AKP iktidarlar­ı boyunca başbakanlı­k dahil o sırada hangi makam boşsa oraya atanabilec­ek biçimde joker eleman muamelesi gören ve bu pozisyonu sayesinde de oğlunun ve kendisinin ailedeki birkaç nesli geçindirec­ek dünyalık elde eden Binali Yıldırım da bu seçimin ‘İşgacilere karşı istiklal mücadelesi seçimi’ olduğunu buyurdu. Ciddiye alalım ya da almayalım. Yumuşak G’yi tahtaya yazamayan sahibinin sesi bürokrat, yüksek makamların temsiliyet­ine soyunur sık sık. Üç beş demir çatarak temsili hastane temeli atılarak güçlü Türkiye mesajı veriliyors­a sandık da bir meydan muharebesi­ne dönüşebili­r sonuçta. 14 Mayıs yerli ve milli liderin seçiminin yapılacağı; Alpaslan’ın at sırtında Anadolu’ya gireceği, Fatih’in İstanbul’u düşmandan fethedeceğ­i tarihtir böyle bir zihinde. Giderek temsili bir Türkiye’yi yönetmekte­ler.

Seçim sandığında­ki muharebe bilimum terör örgütünü temsil eden, Erdoğan’ın deyimiyle ‘7’li masanın’ Millet İttifakına, Emek ve Özgürlük İttifakını­n adaylarına, Kavala ile Demirtaş’ı içeriden çıkaraması­n diye özel olarak Kılıçdaroğ­lu’na karşı verilecek. Bu arada Erdoğan’ın damadı, silah sanayisini­n markası Baykar’ın yönetim kurulu üyesi Selçuk Bayraktar aleyhine televizyon­larda konuşan ‘komünistle­ri’ de unutmamak lazım.

Bu noktada durumu ciddiye almak gerekir. 2019 yerel seçimlerin­de, hiçbir şey olmamışken bir şey oldurmaya çalışanlar­ın gayretleri­ne sahne olmuştu İstanbul. İktidarın bu başarısız tatbikatın­ın anısı ve birikimiyl­e yaklaşıyor­uz mayıs seçimlerin­e. Gerilim ve provokasyo­nlarla ısıtılan siyasi ortam, ortalığa fütursuzca yayılan söylentile­r, korku senaryolar­ı, aba altından gösterilen silah ve sopa ile tava getirilmey­e çalışılıyo­r.

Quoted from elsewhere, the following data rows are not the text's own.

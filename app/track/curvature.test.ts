import { describe, expect, it } from 'vitest'
import { makeCentreline } from '~/track/centreline'
import { shapeOf, smoothRound, turnBetween, turningOf } from '~/track/curvature'
import { evenPoints, nineCorners, noisy, sparsePoints, toPositions } from '../../tests/support/circuits'

const whole = (values: Float64Array, step: number) => values.reduce((sum, value) => sum + value * step, 0)

describe('turn per metre', () => {
  it('is positive to the left and negative to the right', () => {
    expect(turnBetween(1, 0, 0, 1)).toBeCloseTo(Math.PI / 2, 12)
    expect(turnBetween(0, 1, 1, 0)).toBeCloseTo(-Math.PI / 2, 12)
  })

  it('changes its sign and nothing else when the line is driven the other way', () => {
    const points = evenPoints(nineCorners, 5)
    const x = Float64Array.from(points, (point) => point[0])
    const y = Float64Array.from(points, (point) => point[1])
    const forward = turningOf(x, y, 5)
    const backward = turningOf(x.slice().reverse(), y.slice().reverse(), 5)
    forward.forEach((value, i) => {
      expect(backward[points.length - 1 - i]).toBeCloseTo(-value, 12)
    })
  })

  it('adds up to one turn round a circuit driven anticlockwise, sparse and noisy or not', () => {
    for (const points of [
      evenPoints(nineCorners, 3),
      sparsePoints(nineCorners, 2),
      noisy(evenPoints(nineCorners, 9), 1, 5),
    ]) {
      const shape = shapeOf(makeCentreline(toPositions(points)))
      expect(whole(shape.turning, shape.step)).toBeCloseTo(2 * Math.PI, 6)
    }
  })

  it('stays nothing along a straight drawn as one segment', () => {
    const shape = shapeOf(makeCentreline(toPositions(sparsePoints(nineCorners, 2))))
    // The first straight runs from 77 m to 753 m.
    for (let s = 150; s < 680; s += 10)
      expect(Math.abs(shape.turning[Math.round(s / shape.step)]!)).toBeLessThan(1 / 2000)
  })
})

describe('smoothing round the ring', () => {
  it('keeps the sum and spreads a peak evenly to both sides, across the first sample too', () => {
    const peak = new Float64Array(200)
    peak[0] = 7
    const smooth = smoothRound(peak, 6)
    expect(whole(smooth, 1)).toBeCloseTo(7, 9)
    expect(smooth[5]).toBeCloseTo(smooth[195]!, 12)
    // Peak of a Gaussian: 1/(σ√2π).
    expect(smooth[0]).toBeCloseTo(7 / (6 * Math.sqrt(2 * Math.PI)), 3)
  })
})
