import { describe, expect, it } from 'vitest'
import { makeCentreline } from '~/track/centreline'
import { cornerStretches, proposeCorners } from '~/track/corners'
import { cornerFeature, featureCollection, lineFeature, pointFeature, polygonFeature } from '~/track/geojson'
import { frameAsDrawn, makeFrame } from '~/track/layout-frame'
import { along, type LngLat, type Position, station } from '~/track/units'
import { evenPoints, nineCorners, toPositions } from '../../tests/support/circuits'

const positions = toPositions(evenPoints(nineCorners, 8)).map(([x, y], i): Position => [x, y, 20 + i / 8])
const line = makeCentreline(positions)

/** Twice the signed area of a closed ring, counter-clockwise positive. */
const area = (ring: readonly number[][]) =>
  ring.slice(1).reduce((sum, q, i) => sum + ring[i]![0]! * q[1]! - q[0]! * ring[i]![1]!, 0)

describe("a corner's segment", () => {
  const corners = proposeCorners(line)
  const stretches = cornerStretches(corners)

  it('is a LineString in driving order from the corner before to its own exit, longitude first, height third', () => {
    const frame = frameAsDrawn(line)
    const segment = cornerFeature(frame, stretches[2]!, { number: '3' }, 'c-3')
    expect(segment).toMatchObject({
      type: 'Feature',
      id: 'c-3',
      properties: { number: '3' },
      geometry: { type: 'LineString' },
    })
    const points = segment.geometry.coordinates as number[][]
    expect(points[0]![0]).toBeCloseTo(frame.pointAt(corners[1]!.exit)[0], 6)
    expect(points.at(-1)![1]).toBeCloseTo(frame.pointAt(corners[2]!.exit)[1], 6)
    expect(points.every((point) => point.length === 3)).toBe(true)
    expect(segment).not.toHaveProperty('crs')
  })

  it('has seven decimals and no position twice', () => {
    const points = cornerFeature(frameAsDrawn(line), stretches[0]!, null).geometry.coordinates as number[][]
    for (const [i, [longitude, latitude]] of points.entries()) {
      expect(longitude).toBe(Number(longitude!.toFixed(7)))
      expect(latitude).toBe(Number(latitude!.toFixed(7)))
      if (i > 0) expect(points[i]).not.toEqual(points[i - 1])
    }
  })

  it('runs the other way in a layout driven the other way', () => {
    const backward = makeFrame(line, { startAlong: along(0), reversed: true })
    const stretch = { from: station(100), until: station(400) }
    const there = cornerFeature(backward, stretch, null).geometry.coordinates as number[][]
    const mirrored = { from: station(line.length - 400), until: station(line.length - 100) }
    const here = cornerFeature(frameAsDrawn(line), mirrored, null).geometry.coordinates as number[][]
    expect(there.length).toBe(here.length)
    expect(there[0]![0]).toBeCloseTo(here.at(-1)![0]!, 6)
    expect(there.at(-1)![1]).toBeCloseTo(here[0]![1]!, 6)
  })

  it('has no heights where the line has none', () => {
    const flat = frameAsDrawn(makeCentreline(toPositions(evenPoints(nineCorners, 8))))
    const points = cornerFeature(flat, stretches[1]!, null).geometry.coordinates as number[][]
    expect(points.every((point) => point.length === 2)).toBe(true)
  })
})

describe('a line across 180° of longitude', () => {
  it('is cut there into two (RFC 7946, 3.1.9: its own example)', () => {
    expect(
      lineFeature(
        [
          [170, 45],
          [-170, 45],
        ],
        null,
      ).geometry,
    ).toEqual({
      type: 'MultiLineString',
      coordinates: [
        [
          [170, 45],
          [180, 45],
        ],
        [
          [-180, 45],
          [-170, 45],
        ],
      ],
    })
  })

  it('is cut at every crossing, either way, latitude and height in proportion', () => {
    const there: Position[] = [
      [179.9, 10, 4],
      [-179.9, 11, 8],
      [-179.8, 12, 9],
      [179.8, 14, 1],
    ]
    expect(lineFeature(there, null).geometry.coordinates).toEqual([
      [
        [179.9, 10, 4],
        [180, 10.5, 6],
      ],
      [
        [-180, 10.5, 6],
        [-179.9, 11, 8],
        [-179.8, 12, 9],
        [-180, 13, 5],
      ],
      [
        [180, 13, 5],
        [179.8, 14, 1],
      ],
    ])
  })

  it('is not cut where it only touches', () => {
    expect(
      lineFeature(
        [
          [179.5, 1],
          [-180, 2],
        ],
        null,
      ).geometry,
    ).toEqual({
      type: 'LineString',
      coordinates: [
        [179.5, 1],
        [180, 2],
      ],
    })
    expect(
      lineFeature(
        [
          [-180, 3],
          [-179.5, 4],
        ],
        null,
      ).geometry,
    ).toEqual({
      type: 'LineString',
      coordinates: [
        [-180, 3],
        [-179.5, 4],
      ],
    })
  })

  it('needs two positions that differ', () => {
    expect(() =>
      lineFeature(
        [
          [1, 2],
          [1, 2],
        ],
        null,
      ),
    ).toThrow(RangeError)
    expect(() => lineFeature([], null)).toThrow(RangeError)
  })
})

describe('a polygon', () => {
  const clockwise: LngLat[] = [
    [5, 50],
    [5, 50.1],
    [5.2, 50.1],
    [5.2, 50],
  ]
  const hole: LngLat[] = [
    [5.05, 50.02],
    [5.15, 50.02],
    [5.15, 50.08],
    [5.05, 50.08],
    [5.05, 50.02],
  ]

  it('is closed, its exterior counter-clockwise and its holes clockwise, whichever way it was drawn', () => {
    for (const exterior of [clockwise, [...clockwise].reverse(), [...clockwise, clockwise[0]!]]) {
      const { geometry } = polygonFeature([exterior, hole], { kind: 'gravel' })
      expect(geometry.type).toBe('Polygon')
      const [outer, inner] = geometry.coordinates as number[][][]
      expect(outer).toHaveLength(5)
      expect(outer![0]).toEqual(outer!.at(-1))
      expect(area(outer!)).toBeGreaterThan(0)
      expect(area(inner!)).toBeLessThan(0)
      expect(inner!.at(-1)).toEqual(inner![0])
    }
  })

  it('is cut at 180° of longitude into two, each counter-clockwise (RFC 7946, 3.1.9: its own example)', () => {
    const { geometry } = polygonFeature(
      [
        [
          [170, 40],
          [-170, 40],
          [-170, 50],
          [170, 50],
        ],
      ],
      null,
    )
    expect(geometry.type).toBe('MultiPolygon')
    const polygons = geometry.coordinates as number[][][][]
    expect(polygons).toHaveLength(2)
    for (const [ring] of polygons) expect(area(ring!)).toBeCloseTo(200, 9)
    expect(polygons.flat(2).every(([longitude]) => longitude! >= -180 && longitude! <= 180)).toBe(true)
  })

  it('keeps a hole in the part it lies in', () => {
    const outer: LngLat[] = [
      [179, -20],
      [-179, -20],
      [-179, -18],
      [179, -18],
    ]
    const { geometry } = polygonFeature(
      [
        outer,
        [
          [-179.6, -19.5],
          [-179.4, -19.5],
          [-179.5, -19],
        ],
      ],
      null,
    )
    expect((geometry.coordinates as number[][][][]).map((polygon) => polygon.length).sort()).toEqual([1, 2])
  })
})

describe('features', () => {
  it('carry properties and an id only where there is one, and gather in a collection', () => {
    const post = pointFeature([5.123456789, 50.987654321, 12.345], { name: 'Post 9' })
    expect(post).toEqual({
      type: 'Feature',
      geometry: { type: 'Point', coordinates: [5.1234568, 50.9876543, 12.35] },
      properties: { name: 'Post 9' },
    })
    expect(featureCollection([post])).toEqual({ type: 'FeatureCollection', features: [post] })
    expect(featureCollection([])).toEqual({ type: 'FeatureCollection', features: [] })
    expect(pointFeature([1, 2], null, 'a').id).toBe('a')
  })
})
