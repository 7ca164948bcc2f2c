import type { LayoutFrame } from '~/track/layout-frame'
import type { ReadOptions } from '~/track/read-layout'
import { type Along, along, type LngLat, type Metres, type Station, station } from '~/track/units'

/** What a person typed of a circuit on its way in, as he typed it. */
export interface ImportTyped {
  name: string
  layout: string
  timeZone: string
  roadWidth: string
  /** By the key of a `DraftCorner`. An empty number is the corner's place in the lap. */
  corners: Record<string, { accepted: boolean; number: string; name: string }>
}

/** What a person chose of a circuit on its way in: how the file is read, and how the line read from it is driven. */
export interface ImportChoices {
  lap: number | null
  pieces: number[] | null
  anchor: LngLat | null
  close: boolean
  reversed: boolean
  startAlong: Along
  typed: ImportTyped
}

export const firstChoices = (name = ''): ImportChoices => ({
  lap: null,
  pieces: null,
  anchor: null,
  close: false,
  reversed: false,
  startAlong: along(0),
  typed: { name, layout: '', timeZone: '', roadWidth: '', corners: {} },
})

/** The choices as the reader of files takes them. */
export const readOptions = ({ lap, pieces, anchor, close }: ImportChoices): ReadOptions => ({
  close,
  ...(lap !== null && { lap }),
  ...(pieces !== null && { pieces }),
  ...(anchor !== null && { anchor }),
})

/** Another way to read the file gives another line: start line, direction and corners begin anew. */
export const readAnew = (
  choices: ImportChoices,
  how: Partial<Pick<ImportChoices, 'lap' | 'pieces' | 'anchor' | 'close'>>,
): ImportChoices => ({
  ...choices,
  ...how,
  reversed: false,
  startAlong: along(0),
  typed: { ...choices.typed, corners: {} },
})

/** Numbers are places in the lap again; names and what was accepted stay with their corners. */
const renumbered = (typed: ImportTyped): ImportTyped => ({
  ...typed,
  corners: Object.fromEntries(Object.entries(typed.corners).map(([key, corner]) => [key, { ...corner, number: '' }])),
})

/** The same line driven the other way; the start line stays where it is. */
export const drivenBack = (choices: ImportChoices): ImportChoices => ({
  ...choices,
  reversed: !choices.reversed,
  typed: renumbered(choices.typed),
})

/** The start line put at a place of the drawn line. */
export const startAt = (choices: ImportChoices, startAlong: Along): ImportChoices => ({
  ...choices,
  startAlong,
  typed: renumbered(choices.typed),
})

/**
 * The start line moved.
 * @param from station to count from, in the frame of the choices
 * @param ahead metres forward from there, negative: back
 */
export const startMoved = (
  choices: ImportChoices,
  frame: Pick<LayoutFrame, 'toAlong'>,
  from: Station,
  ahead: Metres,
): ImportChoices => startAt(choices, frame.toAlong(station(from + ahead)))
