import { knownHeights } from '~/track/height-cleaning'
import { wrap } from '~/track/lap-frame'
import { segmentAt } from '~/track/locate'
import { slantAt, slantBetween } from '~/track/offset-rays'
import { makePlane, type Plane, type PlanePoint } from '~/track/plane'
import { makeSegmentGrid, type SegmentGrid } from '~/track/segment-grid'
import {
  type Degrees,
  degrees,
  type LngLat,
  type Metres,
  metres,
  type Offset,
  type Position,
  type Station,
} from '~/track/units'

export { type Location, locate } from '~/track/locate'
export { straightDistance } from '~/track/plane'

/**
 * A closed centreline in its plane. Segment i runs from vertex i to the next; the last one closes the ring and counts
 * once. Here a station counts from the first position in the order the positions were given; `layout-frame.ts` moves
 * the start line and turns the direction.
 */
export interface Centreline {
  /** Length of the closed ring, measured along the straight segments. */
  readonly length: Metres
  readonly plane: Plane
  /** The positions kept: every one but repeats of the one before. */
  readonly positions: readonly Position[]
  readonly count: number
  /** Vertices, metres east and north of the plane's middle. */
  readonly x: Float64Array
  readonly y: Float64Array
  /** Station of each vertex, and the ring's length as one more. */
  readonly stations: Float64Array
  /** Unit direction of each segment. */
  readonly east: Float64Array
  readonly north: Float64Array
  /** tan of half the turn at each vertex, left positive. */
  readonly slants: Float64Array
  /** Height in metres of each vertex as given; NaN where the source has none (`knownHeights`). */
  readonly heights: Float64Array
  readonly grid: SegmentGrid
}

/** A position nearer than this to the one before says nothing about the road, and would give a segment no direction. */
const sameSpot = 0.01
const sameStation = 0.001
const radian = Math.PI / 180

/** The positions without repeats of the one before, the last one also against the first. */
function withoutRepeats(positions: readonly Position[], plane: Plane) {
  const kept: Position[] = []
  const points: PlanePoint[] = []
  const apart = (p: PlanePoint, q: PlanePoint) => Math.hypot(p.x - q.x, p.y - q.y) >= sameSpot
  for (const position of positions) {
    const point = plane.toPlane(position)
    const before = points.at(-1)
    if (before && !apart(before, point)) continue
    kept.push(position)
    points.push(point)
  }
  while (points.length > 1 && !apart(points[0]!, points.at(-1)!)) {
    kept.pop()
    points.pop()
  }
  return { kept, points }
}

/**
 * A centreline from positions in driving order, the first one repeated at the end or not. Repeated positions (nearer
 * than 1 cm to the one before) are left out. Throws a RangeError where fewer than three different positions remain.
 */
export function makeCentreline(positions: readonly Position[]): Centreline {
  const plane = makePlane(positions)
  const { kept, points } = withoutRepeats(positions, plane)
  const count = points.length
  if (!(count >= 3)) throw new RangeError('A centreline needs three different positions')
  const x = Float64Array.from(points, (point) => point.x)
  const y = Float64Array.from(points, (point) => point.y)
  const stations = new Float64Array(count + 1)
  const east = new Float64Array(count)
  const north = new Float64Array(count)
  for (let i = 0; i < count; i++) {
    const next = (i + 1) % count
    const dx = x[next]! - x[i]!
    const dy = y[next]! - y[i]!
    const whole = Math.hypot(dx, dy)
    stations[i + 1] = stations[i]! + whole
    east[i] = dx / whole
    north[i] = dy / whole
  }
  const slants = Float64Array.from(points, (_, i) => {
    const before = (i + count - 1) % count
    return slantBetween(east[before]!, north[before]!, east[i]!, north[i]!)
  })
  const heights = knownHeights(kept.map((position) => position[2]))
  const grid = makeSegmentGrid(x, y)
  return {
    length: metres(stations[count]!),
    plane,
    positions: kept,
    count,
    x,
    y,
    stations,
    east,
    north,
    slants,
    heights,
    grid,
  }
}

/** A station's segment and the metres into it; any station is taken modulo the length. */
function runAt(line: Centreline, station: Station) {
  const along = wrap(station, line.length)
  const segment = segmentAt(line, along)
  return { segment, run: along - line.stations[segment]! }
}

/** Place in the plane of a station and an offset in metres, left positive. */
export function planePointAt(line: Centreline, station: Station, offset: Offset | 0 = 0): PlanePoint {
  const { segment, run } = runAt(line, station)
  const forward = run + offset * slantAt(line, segment, run)
  const east = line.east[segment]!
  const north = line.north[segment]!
  return {
    x: line.x[segment]! + forward * east - offset * north,
    y: line.y[segment]! + forward * north + offset * east,
  }
}

/**
 * Position of a station and an offset in metres, left positive: the inverse of `locate` as long as the offset is less
 * than the local radius on the inner side.
 */
export function pointAt(line: Centreline, station: Station, offset: Offset | 0 = 0): LngLat {
  return line.plane.toLngLat(planePointAt(line, station, offset))
}

/**
 * Direction of travel in degrees clockwise from true north, 0 ≤ result < 360: square to the ray on which offsets are
 * laid off, so that it turns steadily through a vertex.
 */
export function headingAt(line: Centreline, station: Station): Degrees {
  const { segment, run } = runAt(line, station)
  const slant = slantAt(line, segment, run)
  const east = line.east[segment]! + slant * line.north[segment]!
  const north = line.north[segment]! - slant * line.east[segment]!
  const inPlane = Math.atan2(east, north) / radian
  return degrees(wrap(inPlane - line.plane.northAt(pointAt(line, station)), 360))
}

/** Height in metres as the source gives it, straight between two vertices; null where either has none. */
export function heightAt(line: Centreline, station: Station): Metres | null {
  const { segment, run } = runAt(line, station)
  const from = line.heights[segment]!
  const to = line.heights[(segment + 1) % line.count]!
  const share = run / (line.stations[segment + 1]! - line.stations[segment]!)
  const height = from + share * (to - from)
  return Number.isFinite(height) ? metres(height) : null
}

/** Metres forward along the road from one station to another, 0 ≤ result < length. */
export function roadDistance(line: Pick<Centreline, 'length'>, from: Station, to: Station): Metres {
  return metres(wrap(to - from, line.length))
}

/** Metres from one station to another the shorter way round: −L/2 < result ≤ L/2, positive where `to` lies ahead. */
export function signedGap(line: Pick<Centreline, 'length'>, from: Station, to: Station): Metres {
  const ahead = roadDistance(line, from, to)
  return metres(ahead > line.length / 2 ? ahead - line.length : ahead)
}

/** A vertex as given, with its height where that is known. */
function vertexAt(line: Centreline, i: number): Position {
  const [longitude, latitude] = line.positions[i]!
  const height = line.heights[i]!
  return Number.isNaN(height) ? [longitude, latitude] : [longitude, latitude, height]
}

/** Position on the line with its height, where it has one. */
function positionAt(line: Centreline, station: Station): Position {
  const [longitude, latitude] = pointAt(line, station)
  const height = heightAt(line, station)
  return height === null ? [longitude, latitude] : [longitude, latitude, height]
}

/**
 * The stretch of the line from one station forward to another, across the first position where need be: the place at
 * `from`, the vertices between, the place at `to`. The same station twice (to a millimetre) means the whole lap, closed.
 */
export function sliceOf(line: Centreline, from: Station, to: Station): Position[] {
  const between = roadDistance(line, from, to)
  const whole = between < sameStation ? line.length : between
  const start = runAt(line, from)
  const result = [positionAt(line, from)]
  for (let k = 1; k <= line.count; k++) {
    const vertex = (start.segment + k) % line.count
    const ahead = wrap(line.stations[vertex]! - from, line.length)
    if (ahead >= whole || (ahead === 0 && k > 1)) break
    if (ahead > 0) result.push(vertexAt(line, vertex))
  }
  result.push(positionAt(line, to))
  return result
}
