import L from 'leaflet'
import { useLayoutEffect, useState } from 'react'
import { createPortal } from 'react-dom'
import { useMap } from 'react-leaflet'
import type { Shape } from '~/draw/display-list'
import type { Projection } from '~/draw/projection'
import { Shapes } from '~/draw/svg/drawing'
import type { Plane } from '~/track/plane'
import { planeToLatLng } from './to-leaflet'

interface SheetLayerProps {
  plane: Plane
  projection: Projection
  shapes: readonly Shape[]
}

const SVG = 'http://www.w3.org/2000/svg'

function boundsOf(plane: Plane, { width, height, toPlane }: Projection): L.LatLngBounds {
  return new L.LatLngBounds(planeToLatLng(plane, toPlane([0, height])), planeToLatLng(plane, toPlane([width, 0])))
}

/** A display list under the map's handles: it moves and scales with the map and is drawn anew when the map rests. */
export function SheetLayer({ plane, projection, shapes }: SheetLayerProps) {
  const map = useMap()
  const [layer] = useState(() => {
    const element = document.createElementNS(SVG, 'svg')
    return { element, overlay: new L.SVGOverlay(element, boundsOf(plane, projection), { interactive: false }) }
  })
  useLayoutEffect(() => {
    layer.overlay.addTo(map)
    return () => {
      layer.overlay.remove()
    }
  }, [layer, map])
  useLayoutEffect(() => {
    layer.overlay.setBounds(boundsOf(plane, projection))
  }, [layer, plane, projection])
  const { width, height } = projection
  return createPortal(
    <svg
      className="drawing"
      viewBox={`0 0 ${width} ${height}`}
      width="100%"
      height="100%"
      preserveAspectRatio="none"
      aria-hidden="true"
    >
      <Shapes shapes={shapes} />
    </svg>,
    layer.element,
  )
}

/** What stays in its corner of the window however the map moves. */
export function FixedLayer({ projection, shapes }: Omit<SheetLayerProps, 'plane'>) {
  const { width, height } = projection
  return (
    <svg
      className="drawing map-fixed"
      viewBox={`0 0 ${width} ${height}`}
      width={width}
      height={height}
      aria-hidden="true"
    >
      <Shapes shapes={shapes} />
    </svg>
  )
}
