import { queryOptions } from '@tanstack/react-query'
import { attachmentListSchema, type Attachment, type AttachmentQuery } from '#shared/schemas/attachment.ts'
import { siteAddress, siteQueries } from '#web/data/site/queries.ts'
import { apiJson } from '#web/lib/api-client.ts'

export const attachmentQueries = {
  all: (siteId: string) => [...siteQueries.one(siteId), 'attachments'] as const,
  list: (siteId: string, { subject, subjectId }: AttachmentQuery) =>
    queryOptions({
      queryKey: [...attachmentQueries.all(siteId), subject, subjectId] as const,
      queryFn: async ({ signal }) => (await apiJson(attachmentsAddress(siteId), attachmentListSchema, { query: { subject, subjectId }, signal })).attachments,
    }),
}

export function attachmentsAddress(siteId: string): string {
  return `${siteAddress(siteId)}/attachments`
}

const addressOf = (siteId: string, { id }: Pick<Attachment, 'id'>): string => `${attachmentsAddress(siteId)}/${encodeURIComponent(id)}`

/** Where the file itself is, for an img or a link. */
export const fileAddress = (siteId: string, attachment: Pick<Attachment, 'id'>): string => `${addressOf(siteId, attachment)}/file`
/** A photo at 320 pixels. */
export const thumbnailAddress = (siteId: string, attachment: Pick<Attachment, 'id'>): string => `${addressOf(siteId, attachment)}/thumbnail`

Malazgirt hayali içinde, sandığı kendi istiklal ve istikballe­rinin eşiği kabul edenlerin bildik ve tecrübe edilmiş yöntemleri yine zincirleri­nden boşalabili­r. Bu sebeple oyların güvenliği sandık müşahitler­ine, oy çuvalların­ın üstüne yatarak koruyan birkaç siyasetçiy­e bırakılara­k sağlanamaz. Bütün partilerin iş birliği, seçmenleri­n seferberli­ği, bir tek oyun kaybolmama­sı için dikkatli takip… Halkın acil realitesi ‘gerçeğin kendisi’ni korumaktır.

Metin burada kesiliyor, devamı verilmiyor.